• Try it
Each record that follows should be transcribed word for word.

• Raw data

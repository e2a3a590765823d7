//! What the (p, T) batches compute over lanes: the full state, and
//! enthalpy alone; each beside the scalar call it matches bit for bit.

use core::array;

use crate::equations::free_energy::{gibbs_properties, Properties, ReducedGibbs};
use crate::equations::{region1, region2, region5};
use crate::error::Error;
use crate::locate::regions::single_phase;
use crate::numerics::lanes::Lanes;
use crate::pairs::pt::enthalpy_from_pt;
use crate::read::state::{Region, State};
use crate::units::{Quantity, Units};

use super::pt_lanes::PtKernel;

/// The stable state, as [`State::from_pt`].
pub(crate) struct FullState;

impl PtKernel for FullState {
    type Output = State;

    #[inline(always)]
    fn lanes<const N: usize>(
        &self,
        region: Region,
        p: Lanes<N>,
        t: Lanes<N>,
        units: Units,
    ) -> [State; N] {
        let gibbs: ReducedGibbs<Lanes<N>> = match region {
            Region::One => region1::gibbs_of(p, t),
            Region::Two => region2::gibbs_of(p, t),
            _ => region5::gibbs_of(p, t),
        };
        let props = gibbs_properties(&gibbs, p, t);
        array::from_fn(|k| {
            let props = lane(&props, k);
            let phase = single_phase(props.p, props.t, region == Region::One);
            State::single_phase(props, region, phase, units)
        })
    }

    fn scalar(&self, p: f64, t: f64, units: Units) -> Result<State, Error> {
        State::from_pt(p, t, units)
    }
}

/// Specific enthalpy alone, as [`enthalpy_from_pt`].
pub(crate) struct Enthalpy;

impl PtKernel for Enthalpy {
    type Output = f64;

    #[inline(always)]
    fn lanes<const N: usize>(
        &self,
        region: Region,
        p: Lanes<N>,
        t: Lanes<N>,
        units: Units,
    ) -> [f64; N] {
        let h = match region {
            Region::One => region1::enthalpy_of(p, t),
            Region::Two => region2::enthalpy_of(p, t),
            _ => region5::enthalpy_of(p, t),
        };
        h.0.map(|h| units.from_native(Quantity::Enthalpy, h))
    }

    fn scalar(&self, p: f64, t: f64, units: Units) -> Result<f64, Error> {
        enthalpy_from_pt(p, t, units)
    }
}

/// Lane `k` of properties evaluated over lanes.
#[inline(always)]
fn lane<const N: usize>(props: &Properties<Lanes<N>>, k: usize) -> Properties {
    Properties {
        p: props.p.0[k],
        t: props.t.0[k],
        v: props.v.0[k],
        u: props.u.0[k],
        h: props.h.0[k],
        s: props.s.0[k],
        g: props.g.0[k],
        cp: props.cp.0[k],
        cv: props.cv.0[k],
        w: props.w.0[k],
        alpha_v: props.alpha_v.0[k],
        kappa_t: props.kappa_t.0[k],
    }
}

• Response area
repository e2a3a590765823d7
//! What the (p, T) batches compute over lanes: the full state, and
//! enthalpy alone; each beside the scalar call it matches bit for bit.

use core::array;

use crate::equations::free_energy::{gibbs_properties, Properties, ReducedGibbs};
use crate::equations::{region1, region2, region5};
use crate::error::Error;
use crate::locate::regions::single_phase;
use crate::numerics::lanes::Lanes;
use crate::pairs::pt::enthalpy_from_pt;
use crate::read::state::{Region, State};
use crate::units::{Quantity, Units};

use super::pt_lanes::PtKernel;

/// The stable state, as [`State::from_pt`].
pub(crate) struct FullState;

impl PtKernel for FullState {
    type Output = State;

    #[inline(always)]
    fn lanes<const N: usize>(
        &self,
        region: Region,
        p: Lanes<N>,
        t: Lanes<N>,
        units: Units,
    ) -> [State; N] {
        let gibbs: ReducedGibbs<Lanes<N>> = match region {
            Region::One => region1::gibbs_of(p, t),
            Region::Two => region2::gibbs_of(p, t),
            _ => region5::gibbs_of(p, t),
        };
        let props = gibbs_properties(&gibbs, p, t);
        array::from_fn(|k| {
            let props = lane(&props, k);
            let phase = single_phase(props.p, props.t, region == Region::One);
            State::single_phase(props, region, phase, units)
        })
    }

    fn scalar(&self, p: f64, t: f64, units: Units) -> Result<State, Error> {
        State::from_pt(p, t, units)
    }
}

/// Specific enthalpy alone, as [`enthalpy_from_pt`].
pub(crate) struct Enthalpy;

impl PtKernel for Enthalpy {
    type Output = f64;

    #[inline(always)]
    fn lanes<const N: usize>(
        &self,
        region: Region,
        p: Lanes<N>,
        t: Lanes<N>,
        units: Units,
    ) -> [f64; N] {
        let h = match region {
            Region::One => region1::enthalpy_of(p, t),
            Region::Two => region2::enthalpy_of(p, t),
            _ => region5::enthalpy_of(p, t),
        };
        h.0.map(|h| units.from_native(Quantity::Enthalpy, h))
    }

    fn scalar(&self, p: f64, t: f64, units: Units) -> Result<f64, Error> {
        enthalpy_from_pt(p, t, units)
    }
}

/// Lane `k` of properties evaluated over lanes.
#[inline(always)]
fn lane<const N: usize>(props: &Properties<Lanes<N>>, k: usize) -> Properties {
    Properties {
        p: props.p.0[k],
        t: props.t.0[k],
        v: props.v.0[k],
        u: props.u.0[k],
        h: props.h.0[k],
        s: props.s.0[k],
        g: props.g.0[k],
        cp: props.cp.0[k],
        cv: props.cv.0[k],
        w: props.w.0[k],
        alpha_v: props.alpha_v.0[k],
        kappa_t: props.kappa_t.0[k],
    }
}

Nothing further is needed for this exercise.